Possible causes of liver dysfunction such as legal and illicit drugs, alcohol abuse, obstructive biliary tract or liver disease, viral hepatitis, and primary biliary cirrhosis were ruled out by history, serologic testing, abdominal ultrasonography, and computed tomography.

Secondary syphilis was suspected in view of the characteristic distribution of exanthema involving the trunk and extremities, especially the palms and soles.

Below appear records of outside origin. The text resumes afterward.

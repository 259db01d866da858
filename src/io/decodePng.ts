/**
 * PNG bytes → ImageStack with the npm package fast-png; the header is checked first so that
 * corrupt, truncated, unsupported or oversized images give a clear error, not a crash.
 * Format: PNG specification (ISO/IEC 15948, W3C PNG 2nd edition), §11.2.2 IHDR.
 */
import { decode as decodePngBytes } from "fast-png";
import { DataError, FringekitError } from "../errors.js";
import type { ImageStack } from "./imageTypes.js";
import { MAX_IMAGE_PIXELS } from "./limits.js";

const SIGNATURE = [0x89, 0x50, 0x4e, 0x47, 0x0d, 0x0a, 0x1a, 0x0a];

/** True when the bytes start with the PNG signature. */
export function isPng(bytes: Uint8Array): boolean {
  return bytes.length >= 8 && SIGNATURE.every((b, i) => bytes[i] === b);
}

/**
 * Decodes an 8- or 16-bit grey or RGB PNG (alpha ignored; indexed colour and bit depths below 8
 * are refused). RGB pixels become the mean of R, G and B.
 * @param bytes  the file
 * @param source file name for messages
 */
export function decodePng(bytes: Uint8Array, source: string): ImageStack {
  if (!isPng(bytes)) throw new DataError(source, "not a PNG file (wrong signature)", "give a PNG, a TIFF or a text table");
  if (bytes.length < 33) throw new DataError(source, "truncated PNG: the file ends inside the header", "export the image again");
  const view = new DataView(bytes.buffer, bytes.byteOffset, bytes.byteLength);
  const width = view.getUint32(16);
  const height = view.getUint32(20);
  const depth = bytes[24] as number;
  const colour = bytes[25] as number;
  if (String.fromCharCode(...bytes.subarray(12, 16)) !== "IHDR") throw new DataError(source, "corrupt PNG: the first chunk is not IHDR", "export the image again");
  if (width === 0 || height === 0) throw new DataError(source, `corrupt PNG: image size ${width} × ${height}`, "export the image again");
  if (width * height > MAX_IMAGE_PIXELS) {
    throw new DataError(source, `the image has ${width} × ${height} pixels, above the limit of ${MAX_IMAGE_PIXELS}`, "crop the image before loading it");
  }
  if (colour === 3) throw new DataError(source, "indexed-colour (palette) PNG is not supported", "save the frame as 8- or 16-bit greyscale");
  if (depth !== 8 && depth !== 16) throw new DataError(source, `PNG bit depth ${depth} is not supported`, "save the frame as 8- or 16-bit greyscale");
  if (![0, 2, 4, 6].includes(colour)) throw new DataError(source, `corrupt PNG: colour type ${colour}`, "export the image again");
  let decoded;
  try {
    decoded = decodePngBytes(bytes, { checkCrc: true });
  } catch (error) {
    if (error instanceof FringekitError) throw error;
    throw new DataError(source, `corrupt or truncated PNG (${describe(error)})`, "export the image again or check the copy is complete");
  }
  const pixels = decoded.width * decoded.height;
  const channels = decoded.channels;
  if (decoded.data.length < pixels * channels) throw new DataError(source, "truncated PNG: fewer pixels than the header states", "export the image again");
  const notes: string[] = [];
  const colourChannels = channels >= 3 ? 3 : 1;
  let page: Uint8Array | Uint16Array | Float32Array;
  if (colourChannels === 1 && channels === 1) page = decoded.data instanceof Uint8ClampedArray ? new Uint8Array(decoded.data.buffer, decoded.data.byteOffset, decoded.data.length) : decoded.data;
  else {
    const grey = colourChannels === 3 ? new Float32Array(pixels) : depth === 16 ? new Uint16Array(pixels) : new Uint8Array(pixels);
    const data = decoded.data;
    for (let i = 0, k = 0; i < pixels; i++, k += channels) {
      grey[i] = colourChannels === 3 ? ((data[k] as number) + (data[k + 1] as number) + (data[k + 2] as number)) / 3 : (data[k] as number);
    }
    page = grey;
    notes.push(colourChannels === 3 ? "RGB pixels averaged to grey" : "alpha channel ignored");
  }
  const stack: ImageStack = {
    width: decoded.width,
    height: decoded.height,
    bitDepth: depth as 8 | 16,
    sampleFormat: "uint",
    pages: [page],
    integerCodes: colourChannels === 1,
    topCode: colourChannels === 1 ? 2 ** depth - 1 : undefined,
    format: "png",
    notes,
  };
  if (decoded.resolution && decoded.resolution.unit === 1 && decoded.resolution.x > 0) stack.pixelPitchFromFile = 1 / decoded.resolution.x;
  return stack;
}

/** Short description of a decoder's exception, without a stack trace. */
export function describe(error: unknown): string {
  // Decoder messages may end in a dangling colon ("Error while decompressing the data:").
  const text = (error instanceof Error ? error.message : String(error)).replace(/[\s:]+$/, "");
  return text.length > 120 ? `${text.slice(0, 117)}...` : text;
}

On questioning, the patient admitted to having had unprotected sex with a female sex worker, which also raised the probability of syphilis infection.

The rapid plasma reagin test was positive at a titer of 1:16, and the Treponema pallidum agglutination test was positive at a signal-to-cutoff ratio of 27.02. Antibody testing for human immunodeficiency virus (HIV) was negative.

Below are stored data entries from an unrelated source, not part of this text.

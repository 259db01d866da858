/** Isolated hot pixels: found against their four neighbours and replaced by their mean. */

/** Hot pixel: more than this many robust noise σ above the largest of its four neighbours. */
export const HOT_PIXEL_THRESHOLD = 12;

/** Replaces isolated hot pixels; returns where they were. The noise scale is the median absolute
 * difference between vertical neighbours, i.e. along the fringes, where the pattern hardly
 * changes (×1.4826/√2 turns it into a Gaussian σ); at least half a code step.
 * @param values row-major pixels (modified in place)
 * @param w      pixels per row
 * @param h      rows
 * @param flags  non-zero for pixels to leave alone (saturated, bad flat)
 * @returns the repaired pixels as [column, row] within the region (0-based) */
export function repairHotPixels(values: Float32Array, w: number, h: number, flags: Uint8Array): [number, number][] {
  const repaired: [number, number][] = [];
  if (w < 3 || h < 3) return repaired;
  const sample: number[] = [];
  const step = Math.max(1, Math.floor((w * (h - 1)) / 20000));
  for (let i = 0; i + w < values.length; i += step) sample.push(Math.abs((values[i + w] as number) - (values[i] as number)));
  sample.sort((a, b) => a - b);
  const noise = Math.max((sample[Math.floor(sample.length / 2)] ?? 0) * 1.4826 / Math.SQRT2, 0.5);
  const threshold = HOT_PIXEL_THRESHOLD * noise;
  for (let r = 1; r < h - 1; r++) {
    for (let c = 1; c < w - 1; c++) {
      const i = r * w + c;
      if (flags[i] !== 0) continue;
      const a = values[i - 1] as number, b = values[i + 1] as number, u = values[i - w] as number, d = values[i + w] as number;
      if ((values[i] as number) - Math.max(a, b, u, d) > threshold) {
        values[i] = (a + b + u + d) / 4;
        repaired.push([c, r]);
      }
    }
  }
  return repaired;
}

The patient was started on penicillin G, but 4 hours later, he developed a fever with a temperature of 100.2°F (37.9°C), which was assumed to be a Jarisch-Herxheimer reaction. The fever resolved by the next morning without further treatment.

His course was otherwise uneventful. The exanthema resolved within 3 months, and his liver function returned to normal. Five months later, the rapid plasma reagin test was repeated on an outpatient basis, and the result was normal.

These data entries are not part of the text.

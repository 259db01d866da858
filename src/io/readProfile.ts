/**
 * Any supported file → Profile: PNG/TIFF frames go through frameToLine, everything else is
 * read as a text table. The SHA-256 of the bytes and the options go into the provenance.
 * (The table half is readTableOrFrame, the frame half readFrameProfile.)
 */
import type { LoadedProfile } from "./parseTable.js";
import { readFrameProfile, type ProfileOptions } from "./readFrameProfile.js";
import { readTableOrFrame } from "./readTableOrFrame.js";

export type { ProfileOptions } from "./readFrameProfile.js";

/**
 * Reads a profile from a file's bytes (text table, PNG or TIFF frame).
 * Frames need the pixel pitch (m) unless the PNG states its resolution in pixels per metre.
 * @param bytes   the file
 * @param options column choice, units, pixel pitch, ROI, dark and flat frames, masking
 */
export function readProfile(bytes: Uint8Array, options: ProfileOptions = {}): LoadedProfile {
  return readTableOrFrame(bytes, options, readFrameProfile);
}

SYPHILIS IS NOT A DISEASE OF THE PAST

Syphilis is caused by T pallidum and is mainly transmitted by sexual contact.¹

The incidence of syphilis has substantially increased in recent years in Japan^2,3 and worldwide.⁴ The typical patient is a young man who has sex with men, is infected with HIV, and has a history of syphilis infection.³ However, the rapid increase in syphilis infections in Japan in recent years is largely because of an increase in heterosexual transmission.³

Infectious in its early stages

Syphilis is potentially infectious in its early (primary, secondary, and early latent) stages.^1,5 The secondary stage generally begins 6 to 8 weeks after the primary infection¹ and presents with diverse symptoms, including arthralgia, condylomata lata, generalized lymphaden­opathy, maculopapular and papulosquamous exanthema, myalgia, and pharyngitis.¹

Liver dysfunction in secondary syphilis

Liver dysfunction is common in secondary syphilis, occurring in 25% to 50% of cases.⁵ The liver enzyme pattern in most cases is a disproportionate increase in the alkaline phosphatase level compared with modest elevations of aminotransferases and bilirubin.^2,5 However, some cases may show predominant hepatocellular damage (with prominent elevations in aminotransferase levels), and others may present with severe cholestasis (with prominent elevations in alkaline phosphatase and bilirubin) or even fulminant hepatic failure.^2,5

The diagnostic criteria for syphilitic hepatitis are abnormal liver enzyme levels, serologic evidence of syphilis in conjunction with acute clinical presentation of secondary syphilis, exclusion of alternative causes of liver dysfunction, and prompt recovery of liver function after antimicrobial therapy.^2,5

Pathogenic mechanisms in syphilitic hepatitis include direct portal venous inoculation and immune complex-mediated disease.² However, direct hepatotoxicity of the microorganism seems unlikely, as spirochetes are rarely detected in liver specimens.^2,5

Jarisch-Herxheimer reaction

The Jarisch-Herxheimer reaction is an acute febrile illness during the first 24 hours of antimicrobial treatment.^1,6 It is assumed to be due to lysis of large numbers of spirochetes, releasing lipopolysaccharides (endotoxins) that further incite the release of a range of cytokines, resulting in symptoms such as fever, chills, myalgias, headache, tachycardia, hyperventilation, vasodilation with flushing, and mild hypotension.^6,7

The frequency of Jarisch-Herxheimer reaction in syphilis and other spirochetal infections has varied widely in different reports.⁸ It is common in primary and secondary syphilis but usually does not occur in latent syphilis.⁶

Consider the diagnosis

Physicians should consider secondary syphilis in patients who present with characteristic generalized reddish macules and papules with papulosquamous lesions, including on the palms and soles as in our patient, and also in patients who have had unprotected sexual contact. Syphilis is not a disease of the past.

Acknowledgment: The authors thank Dr. Joel Branch, Shonan Kamakura General Hospital, Japan, for his editorial assistance.